A wide array of fancy molly colors have been developed in addition to the classic black molly.
- Marbled mollies have black blotches, which is a trait found in some wild fish as well. The fully black fish were created by breeding the fish with the largest blotches. The marbled mollies are also traded as salt-and-pepper mollies or Dalmatian mollies.
- Albino mollies are golden-yellow and pink eyes as a result of not producing color pigment. They tend to have poor eyesight.
- Gold mollies are yellow-gold like albino mollies but have dark eyes and occasionally scales edged in red.
- Silver mollies have had all pigments but silver eliminated through selective breeding.
- Chocolate mollies exhibit brown rather than black coloration.

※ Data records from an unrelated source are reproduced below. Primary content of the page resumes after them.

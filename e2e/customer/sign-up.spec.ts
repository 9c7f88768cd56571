import { expect, test } from '@playwright/test';
import { linkIn, mailTo } from '../support';

test('a new client signs up, follows the link in the verification mail, and is verified', async ({ page }) => {
  const email = `e2e-${Date.now()}@example.com`;
  await page.goto('/sign-up');
  await page.getByLabel('Your name').fill('Noor Example');
  await page.getByLabel('E-mail').fill(email);
  await page.getByLabel('Password').fill('short');
  await page.getByRole('button', { name: 'Create account' }).click();
  await expect(page.getByText('use at least 10 characters')).toBeVisible();
  await expect(page.getByLabel('E-mail')).toHaveValue(email);
  await page.getByLabel('Password').fill('a-long-enough-password');
  await page.getByRole('button', { name: 'Create account' }).click();
  await expect(page.getByText(`We have sent a link to ${email}`)).toBeVisible();
  await expect(page.getByText(/No projects yet/)).toBeVisible();

  const mail = await mailTo(email, /Confirm your e-mail/);
  await page.goto(linkIn(mail));
  await expect(page.getByText(`your e-mail address ${email} is confirmed`)).toBeVisible();
  await page.getByRole('link', { name: 'Go to my projects' }).click();
  await expect(page.getByText(/not confirmed yet/)).toHaveCount(0);
});

test('a taken e-mail is refused, and what was typed stays', async ({ page }) => {
  await page.goto('/sign-up');
  await page.getByLabel('Your name').fill('Priya again');
  await page.getByLabel('E-mail').fill('priya@example.com');
  await page.getByLabel('Password').fill('a-long-enough-password');
  await page.getByRole('button', { name: 'Create account' }).click();
  await expect(page.getByText(/already exists/)).toBeVisible();
  await expect(page.getByLabel('Your name')).toHaveValue('Priya again');
});
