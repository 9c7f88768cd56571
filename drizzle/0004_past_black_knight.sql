CREATE TABLE `job_checks` (
	`job_id` text NOT NULL,
	`item_key` text NOT NULL,
	`user_id` text NOT NULL,
	`checked_at` integer DEFAULT (unixepoch() * 1000) NOT NULL,
	PRIMARY KEY(`job_id`, `item_key`),
	FOREIGN KEY (`job_id`) REFERENCES `jobs`(`id`) ON UPDATE no action ON DELETE cascade,
	FOREIGN KEY (`user_id`) REFERENCES `users`(`id`) ON UPDATE no action ON DELETE no action
);
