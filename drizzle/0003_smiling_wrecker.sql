ALTER TABLE `uploads` ADD `kind` text DEFAULT 'image' NOT NULL;--> statement-breakpoint
ALTER TABLE `uploads` ADD `thumbnail_path` text;--> statement-breakpoint
ALTER TABLE `uploads` ADD `stage_key` text;--> statement-breakpoint
CREATE INDEX `uploads_project` ON `uploads` (`project_id`);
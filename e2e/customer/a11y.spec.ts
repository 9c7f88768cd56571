import { expect, test } from '@playwright/test';
import { checkNarrow, checkPage } from '../a11y';
import { authFile } from '../support';

// every route of the portal: the public ones as anyone, all of them as a client
const PUBLIC = [
  '/',
  '/designs/assembly-bench',
  '/sign-up',
  '/sign-in',
  '/verify-email',
  '/forgot-password',
  '/reset-password',
  '/confirm-email',
];

test.describe('the portal, signed out', () => {
  for (const path of PUBLIC)
    test(`${path}: one h1, no serious or critical axe violation`, async ({ page }) => {
      await checkPage(page, path);
    });
});

test.describe('the portal, as a client', () => {
  test.use({ storageState: authFile('priya') });

  async function clientPaths(page: import('@playwright/test').Page) {
    const r = await page.request.get('/api/projects');
    expect(r.status()).toBe(200);
    const { projects } = (await r.json()) as { projects: { id: string }[] };
    expect(projects.length).toBeGreaterThan(0);
    return [
      ...PUBLIC.filter((p) => p !== '/sign-in' && p !== '/sign-up'),
      '/projects',
      `/projects/${projects[0]!.id}`,
      '/account',
    ];
  }

  test('every page: one h1, no serious or critical axe violation', async ({ page }) => {
    for (const path of await clientPaths(page)) await checkPage(page, path);
  });

  test('every page fits a 375 px phone without sideways scrolling', async ({ page }) => {
    for (const path of await clientPaths(page)) await checkNarrow(page, path);
  });
});
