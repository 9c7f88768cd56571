import { expect, test } from '@playwright/test';
import { authFile, patient, SHOP } from '../support';

// a 1 x 1 px PNG: a photo of the space, as far as the upload is concerned
const PHOTO = Buffer.from(
  'iVBORw0KGgoAAAANSUhEUgAAAAEAAAABCAYAAAAfFcSJAAAADUlEQVR42mP8z8BQDwAEhQGAhKmMIQAAAABJRU5ErkJggg==',
  'base64',
);

test.use({ storageState: authFile('priya') });

test('a client sets a bench with walnut trim, a rear case, a finish, a door hinged on the right and a working load in pounds, attaches a photo and asks for an estimate; the owner sees the photo and the choices', async ({
  page,
  browser,
}) => {
  await page.goto('/');
  await page.getByRole('link', { name: 'Configure the rolling assembly bench' }).click();
  await expect(page.getByRole('heading', { name: 'Rolling assembly bench', level: 1 })).toBeVisible();
  const budget = page.getByLabel('Budget range');
  await expect(budget).toBeVisible({ timeout: patient(20_000) });

  // the trim's wood, from the shop's lumber by name
  await page.getByLabel('Trim wood').selectOption('walnut-4-4');
  await expect(page.getByLabel('Trim wood')).toHaveValue('walnut-4-4');
  // a rear case back to back with the main case
  await expect(page.getByRole('group', { name: /^Case \d: / })).toHaveCount(3);
  await page.getByRole('button', { name: 'Add a rear case, back to back' }).click();
  await expect(page.getByRole('group', { name: /^Case 4: back row, facing the back/ })).toBeVisible();
  // a finish and its coats
  await page.getByLabel('Finish', { exact: true }).selectOption('hardwax-oil');
  await page.getByLabel('Coats').selectOption('2');
  await expect(page.getByText('This cannot be built as set:')).toHaveCount(0);
  await expect(budget).toHaveText(/^\$[\d,]+\.\d\d to \$[\d,]+\.\d\d$/, { timeout: patient(20_000) });

  // the first rear cabinet's door hinged on the right: the drawing's door swings the other way
  const drawing = page.getByRole('figure', { name: 'Drawing of the rolling assembly bench' });
  await expect(drawing).not.toHaveClass(/opacity-60/, { timeout: patient(20_000) });
  const drawn = await drawing.innerHTML();
  const hinge = page.getByLabel('Case 2, Bay 1, Section 1 Hinged on');
  await expect(hinge).toHaveValue('left');
  await hinge.selectOption('right');
  await expect.poll(() => drawing.innerHTML(), { timeout: patient(20_000) }).not.toBe(drawn);

  // the working load in pounds, with its caution; the casters' check follows it, in pounds
  const load = page.getByLabel(/^Working load/);
  await expect(load).toHaveValue('441 lb');
  await expect(page.getByText(/the shop’s estimate, not a rating: the casters’ own rated load governs/)).toBeVisible();
  const casters = page.getByText(/^Each caster carries up to [\d,.]+ lb \(one assumed off the floor\)/);
  await expect(casters).toBeVisible({ timeout: patient(20_000) });
  const perCaster = (text: string | null) => Number(/up to ([\d,.]+) lb/.exec(text ?? '')?.[1]?.replace(',', ''));
  const heavier = perCaster(await casters.textContent());
  await load.fill('300');
  await expect
    .poll(async () => perCaster(await casters.textContent()), { timeout: patient(20_000) })
    .toBeLessThan(heavier);
  await expect(page.getByText('This cannot be built as set:')).toHaveCount(0);
  await expect(budget).toHaveText(/^\$[\d,]+\.\d\d to \$[\d,]+\.\d\d$/);

  await page.getByLabel('Anything the shop should know').fill('For the garage; a rear case for clamps.');
  await page.getByRole('button', { name: 'Request an estimate' }).click();
  await expect(page).toHaveURL(/\/projects\/[0-9a-f-]+$/);
  const projectId = page.url().split('/').at(-1)!;
  await page.getByLabel('Attach a photo, sketch or PDF').setInputFiles({
    name: 'garage-corner.png',
    mimeType: 'image/png',
    buffer: PHOTO,
  });
  await expect(page.getByRole('img', { name: 'garage-corner.png' })).toBeVisible({ timeout: patient(20_000) });

  // the owner opens the request: the photo, the piece, and its choices in the priced lines
  const shop = await browser.newContext({ storageState: authFile('owner'), baseURL: SHOP });
  const owner = await shop.newPage();
  await owner.goto(`/requests/${projectId}`);
  await expect(owner.getByText('1 x Rolling assembly bench')).toBeVisible();
  await expect(owner.getByText('For the garage; a rear case for clamps.')).toBeVisible();
  await expect(owner.getByRole('img', { name: 'garage-corner.png' })).toBeVisible();
  await owner.getByRole('button', { name: 'Price an estimate' }).click();
  await expect(owner.getByRole('heading', { name: /Estimate E-[0-9A-F]{6}, revision 1 \(draft\)/ })).toBeVisible({
    timeout: patient(60_000),
  });
  await expect(owner.getByText(/Black walnut, 4\/4/).first()).toBeVisible();
  await expect(owner.getByText(/Hardwax oil/).first()).toBeVisible();
  await expect(owner.getByText(/door hinged on the right/).first()).toBeVisible();
  // four cases under the top: the cut list names them
  await owner.getByRole('button', { name: 'Show the cut list and sheet layouts' }).click();
  await expect(owner.getByRole('table', { name: /Cut list: Rolling assembly bench/ })).toBeVisible({
    timeout: patient(30_000),
  });
  await shop.close();
});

In addition to the colors, fancy mollies differ in the shape of their fins.
- Lyretail mollies have extended upper and lower ends of the caudal fin.
- Veiltail mollies have an enlarged caudal fin.
Color and fin shape are inherited independently and therefore any combination of color and fin shape is possible.

Balloon mollies are a small variety with an extremely deformed abdominal cavity. These mollies are poor swimmers, and due to their deformity have sometimes been cited as examples of cruelty to animals.

==Husbandry==
Fancy mollies are cheap and ubiquitous fish in pet stores worldwide. They are marketed as easy fish for beginners in fishkeeping. In the aquarium, they can be aggressive to other mollies and to swordtails, but are usually peaceful to other fish. Black mollies are sensitive to the buildup of bacteria and nitrogen compounds and do not tolerate soft water. Suboptimal conditions quickly cause the fish to clamp their fins and rock their bodies, a condition known as shimmying.